Aber was bedeutet: "die erste Zeile wird nicht gelesen 

Was genau steht denn 
(a) in der Datei
(b) jeweils in *strLine*


Kontrolliere Das am Besten per vorher per Debugger !

Gruß
Klaus

*EDIT*
Rufst Du denn eigentlich Deine Funktion *"HextoString"* immer noch auf 
Die ist nämlich auch sehr seltsam ... scheinbar übergibst Du eine ganze Text-Zeile als long-Wert und versucht diesen Wert dann in einen String zu konvertieren ....
Das solltest Du tunlichst schon *zeichenweise* konvertieren


----------



## Xerxes20 (20. Januar 2011)

Also der Text der gespeichert wird, wird inklusive Absätze und Leerzeichen gespeichert!

Das heißt wenn ich die Datei öffne (nicht mit dem Windows Editor! sondern mit WordPad) sieht er folgendermaßen aus:

68616c6c6f
6d65696e 6e616d65 697374

Übersetzt wäre das:

hallo
mein name ist

Ich habe nämlich die Hexa "20" durch ein Leerzeichen und "da" durch ein "\n" damit man sehen kann, wie das Wort in Hexa ist.

Aber ist es nicht eignetlich egal?
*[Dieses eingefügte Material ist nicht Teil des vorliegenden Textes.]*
// SPDX-License-Identifier: GPL-3.0-or-later
#include "core/session/schedule.h"

#include "core/random.h"

#include <algorithm>
#include <cstddef>
#include <set>
#include <span>
#include <string>
#include <utility>

namespace whichway {
namespace {

constexpr std::size_t kRepeatDistance = 5;

/// A trial and where in the session it would like to stand, from 0 to 1.
struct Wish {
    double at = 0;
    int heldOut = -1; ///< which held-out pair a repeat repeats, or which one this is
    ScheduledTrial trial = {};
};

/// The i-th of n places spread evenly, moved at random within its share.
double spread(int i, int n, Random& random) {
    return (i + random.uniform()) / n;
}

/// True and false, two of each in every four, in shuffled order.
class BalancedSides {
public:
    explicit BalancedSides(Random& random) : random_(random) {}
    bool next() {
        if (left_.empty()) {
            left_ = {true, true, false, false};
            for (std::size_t n = left_.size(); n > 1; --n)
                std::swap(left_[n - 1], left_[random_.below(n)]);
        }
        const bool side = left_.back();
        left_.pop_back();
        return side;
    }

private:
    Random& random_;
    std::vector<char> left_;
};

void swapSides(ScheduledTrial& trial) {
    std::swap(trial.left, trial.right);
    if (trial.expected != Side::None)
        trial.expected = trial.expected == Side::Left ? Side::Right : Side::Left;
}

std::vector<Wish> heldOutWishes(const Protocol& protocol, Random& random) {
    const auto& motions = protocol.table.motions;
    std::set<std::pair<std::size_t, std::size_t>> taken;
    std::vector<Wish> wishes;
    for (int i = 0; i < protocol.trials.heldOut; ++i) {
        std::size_t a = 0, b = 0;
        do {
            a = random.below(motions.size());
            b = random.below(motions.size());
            if (a > b)
                std::swap(a, b);
        } while (a == b || !taken.insert({a, b}).second);
        Wish wish{.at = spread(i, protocol.trials.heldOut, random), .heldOut = i};
        wish.trial = {.kind = TrialKind::HeldOut, .left = motions[a], .right = motions[b]};
        wishes.push_back(std::move(wish));
    }
    return wishes;
}

/// Repeats of the held-out pairs that come early enough, taken evenly from them.
std::vector<Wish> repeatWishes(const Protocol& protocol, const std::vector<Wish>& heldOut, Random& random) {
    std::vector<Wish> wishes;
    const int wanted = std::min(protocol.trials.repeat, static_cast<int>(heldOut.size()));
    const int early = std::max(wanted, static_cast<int>(heldOut.size()) * 2 / 3);
    for (int i = 0; i < wanted; ++i) {
        const int source = i * early / wanted;
        const Wish& first = heldOut[static_cast<std::size_t>(source)];
        Wish wish{.at = first.at + (1 - first.at) * (0.4 + 0.55 * random.uniform()), .heldOut = source};
        wish.trial = first.trial;
        wish.trial.kind = TrialKind::Repeat;
        wishes.push_back(std::move(wish));
    }
    return wishes;
}

std::vector<Wish> catchWishes(const Protocol& protocol, Random& random) {
    std::vector<Wish> wishes;
    std::vector<std::size_t> order(protocol.catchPairs.size());
    for (std::size_t i = 0; i < order.size(); ++i)
        order[i] = i;
    random.shuffle(std::span<std::size_t>(order));
    BalancedSides sides(random);
    for (int i = 0; i < protocol.trials.catchTrials && !order.empty(); ++i) {
        const CatchPair& pair = protocol.catchPairs[order[static_cast<std::size_t>(i) % order.size()]];
        Wish wish{.at = spread(i, protocol.trials.catchTrials, random)};
        wish.trial = {
            .kind = TrialKind::Catch, .left = pair.better, .right = pair.worse, .expected = Side::Left};
        if (!sides.next())
            swapSides(wish.trial);
        wishes.push_back(std::move(wish));
    }
    return wishes;
}

std::vector<Wish> identicalWishes(const Protocol& protocol, Random& random) {
    std::vector<Wish> wishes;
    for (int i = 0; i < protocol.trials.identical; ++i) {
        const std::string& motion = protocol.table.motions[random.below(protocol.table.motions.size())];
        Wish wish{.at = 0.5 + 0.5 * spread(i, protocol.trials.identical, random)};
        wish.trial = {.kind = TrialKind::Identical, .left = motion, .right = motion};
        wishes.push_back(std::move(wish));
    }
    return wishes;
}

/// Moves repeats that stand too close behind the pair they repeat towards the end, as far as there is room.
void keepRepeatsApart(std::vector<Wish>& wishes) {
    // At the very end two repeats may want the same place: as many rounds as trials settle all others.
    bool moved = true;
    for (std::size_t round = 0; moved && round < wishes.size(); ++round) {
        moved = false;
        for (std::size_t i = 0; i + 1 < wishes.size() && !moved; ++i) {
            if (wishes[i].trial.kind != TrialKind::Repeat)
                continue;
            std::size_t first = wishes.size();
            for (std::size_t j = 0; j < wishes.size(); ++j)
                if (wishes[j].trial.kind == TrialKind::HeldOut && wishes[j].heldOut == wishes[i].heldOut)
                    first = j;
            if (i > first && i - first >= kRepeatDistance)
                continue;
            const std::size_t target = std::min(first + kRepeatDistance, wishes.size() - 1);
            if (target <= i)
                continue;
            std::rotate(wishes.begin() + static_cast<std::ptrdiff_t>(i),
                        wishes.begin() + static_cast<std::ptrdiff_t>(i) + 1,
                        wishes.begin() + static_cast<std::ptrdiff_t>(target) + 1);
            moved = true;
        }
    }
}

} // namespace

Result<std::vector<ScheduledTrial>> drawSchedule(const Protocol& protocol, std::uint64_t seed) {
    const std::size_t n = protocol.table.motions.size();
    const std::size_t pairs = n * (n - 1) / 2;
    if (n < 2 || static_cast<std::size_t>(protocol.trials.heldOut) * 2 > pairs)
        return Error{.code = "session.schedule",
                     .place = {},
                     .message = "The library has " + std::to_string(pairs) + " pairs, too few for " +
                                std::to_string(protocol.trials.heldOut) + " held-out trials.",
                     .remedy = "Add motions, or lower held_out in study.toml to half the pairs or fewer.",
                     .values = {std::to_string(pairs), std::to_string(protocol.trials.heldOut)}};
    Random random(deriveSeed(seed, 1));

    std::vector<Wish> wishes = heldOutWishes(protocol, random);
    const std::vector<Wish> repeats = repeatWishes(protocol, wishes, random);
    const std::vector<Wish> catches = catchWishes(protocol, random);
    const std::vector<Wish> identicals = identicalWishes(protocol, random);
    for (const auto* more : {&repeats, &catches, &identicals})
        wishes.insert(wishes.end(), more->begin(), more->end());
    for (int i = 0; i < protocol.trials.main; ++i)
        wishes.push_back({.at = (i + 0.5) / protocol.trials.main, .heldOut = -1, .trial = {}});
    std::stable_sort(wishes.begin(), wishes.end(), [](const Wish& a, const Wish& b) { return a.at < b.at; });
    keepRepeatsApart(wishes);

    std::vector<ScheduledTrial> schedule;
    for (int i = 0; i < protocol.trials.practice && !protocol.practicePairs.empty(); ++i) {
        const auto& pair =
            protocol.practicePairs[static_cast<std::size_t>(i) % protocol.practicePairs.size()];
        schedule.push_back({.kind = TrialKind::Practice, .left = pair.left, .right = pair.right});
    }
    BalancedSides sides(random);
    std::vector<int> numberOfHeldOut(static_cast<std::size_t>(protocol.trials.heldOut));
    for (Wish& wish : wishes) {
        ScheduledTrial trial = wish.trial;
        if (trial.kind == TrialKind::Main || trial.kind == TrialKind::HeldOut) {
            trial.lowerLeft = sides.next();
            if (trial.kind == TrialKind::HeldOut && !trial.lowerLeft)
                swapSides(trial);
        }
        const int number = static_cast<int>(schedule.size()) + 1;
        if (trial.kind == TrialKind::HeldOut)
            numberOfHeldOut[static_cast<std::size_t>(wish.heldOut)] = number;
        if (trial.kind == TrialKind::Repeat) {
            trial.repeatOf = numberOfHeldOut[static_cast<std::size_t>(wish.heldOut)];
            const ScheduledTrial& first = schedule[static_cast<std::size_t>(trial.repeatOf - 1)];
            trial.left = first.right;
            trial.right = first.left;
            trial.lowerLeft = !first.lowerLeft;
        }
        schedule.push_back(std::move(trial));
    }
    return schedule;
}

} // namespace whichway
Dein Code funktioniert doch, dieser liest es Perfekt aus! Es muss nur noch "übersetzt2 werden.


----------



## vfl_freak (20. Januar 2011)

hmm, 

erstens ist WordPad für sowas eine ganz schlechte Idee (weil hier meist eine Formatierung hinter hängt).
Nimm' besser den Win Editor oder ein Programm wie PSPad (http://www.pspad.com/de/) ...

Liegt denn die Datei wirklich ASCII-Text vor ?
Wenn Du sie mit WordPad gespeichert hast, wird dies vermutlich nicht der Fall sein ...

Ich lese hier div. Textdateien auf die zuvor genannte Weise ohne Probleme (und vor allem ohne Konvertierungen !!) aus ....

Ggf. mußt Du halt den jede Zeile *zeichenweise* konvertieren - sprich: in einer Schleife über die Zeilenlänge laufen und jedes einzelne Byte umwandeln ...
Statt der Wrapperklasse *Long *solltest Du sinnigerweise auch besser *Character* nutzen !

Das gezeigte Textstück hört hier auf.